Perkembangan teknologi dan ekonomi, tidak membuat bangsa Jepang kehilangan

tradisi dan budayanya.

Budaya perempuan yang sudah menikah untuk tidak bekerja masih ada dan

hidup sampai saat ini.

Budaya minta maaf masih menjadi reflek orang Jepang. Kalau suatu hari anda

naik sepeda di Jepang

dan menabrak pejalan kaki , maka jangan kaget kalau yang kita tabrak malah

yang minta maaf duluan.

Sampai saat ini orang Jepang relatif menghindari berkata "tidak" untuk

apabila mendapat tawaran dari orang lain.

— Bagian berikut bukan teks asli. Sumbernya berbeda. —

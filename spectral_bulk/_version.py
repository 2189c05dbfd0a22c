"""Package version (single source of truth, read by pyproject.toml)."""

__version__ = "0.1.0"
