"""Small shared helpers: machine constants, user-level warnings, input checks."""

import inspect
import os
import warnings

import numpy as np

EPS = np.finfo(float).eps
_PKG_DIR = os.path.dirname(os.path.abspath(__file__))


def _first_user_frame_level():
    """Return the ``stacklevel`` of the first frame outside this package.

    Level 0 is this helper's own frame, so level 1 is the caller of ``warnings.warn``.
    """
    level = 0
    frame = inspect.currentframe()
    try:
        while frame is not None:
            filename = os.path.abspath(frame.f_code.co_filename)
            if not filename.startswith(_PKG_DIR):
                return level
            frame = frame.f_back
            level += 1
    finally:
        del frame
    return level


def emit_user_level_warning(message, category=UserWarning):
    """Emit a warning that points at the user's code, not at the package.

    The stack level is found by walking up to the first frame whose file lies
    outside the package, so nobody counts ``stacklevel`` by hand.
    """
    warnings.warn(message, category, stacklevel=_first_user_frame_level())


def validate_tol(tol, name="tol"):
    """Check a relative tolerance and raise absurdly small values to ``100*EPS``."""
    from .exceptions import AccuracyWarning

    try:
        tol = float(tol)
    except (TypeError, ValueError):
        raise TypeError(f"`{name}` must be a real number, got {type(tol).__name__}") from None
    if not np.isfinite(tol) or tol <= 0:
        raise ValueError(f"`{name}` must be positive and finite, got {tol!r}")
    if tol < 100 * EPS:
        emit_user_level_warning(
            f"`{name}`={tol:.1e} is below 100*EPS; raised to {100 * EPS:.1e}", AccuracyWarning
        )
        tol = 100 * EPS
    return tol


def as_positive_int(value, name, minimum=1):
    """Return ``value`` as an int >= ``minimum`` or raise a ValueError naming it."""
    if isinstance(value, (bool, np.bool_)) or not isinstance(value, (int, np.integer)):
        if isinstance(value, (float, np.floating)) and float(value).is_integer():
            value = int(value)
        else:
            raise TypeError(f"`{name}` must be an integer, got {value!r}")
    value = int(value)
    if value < minimum:
        raise ValueError(f"`{name}` must be >= {minimum}, got {value}")
    return value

Jadi kita harus hati-hati dalam pergaulan dengan orang

Jepang karena "hai" belum

tentu "ya" bagi orang Jepang Pertanian merupakan tradisi leluhur dan aset

penting di Jepang.


Persaingan keras karena masuknya beras Thailand dan Amerika yang murah, tidak menyurutkan langkah

pemerintah Jepang untuk melindungi para petaninya. Kabarnya tanah yang ijadikan lahan pertanian mendapatkan pengurangan pajak yang signifikan, termasuk beberapa insentif lain untuk orang-orang yang masih bertahan di dunia pertanian.

Pertanian Jepang merupakan salah satu yang tertinggi di dunia.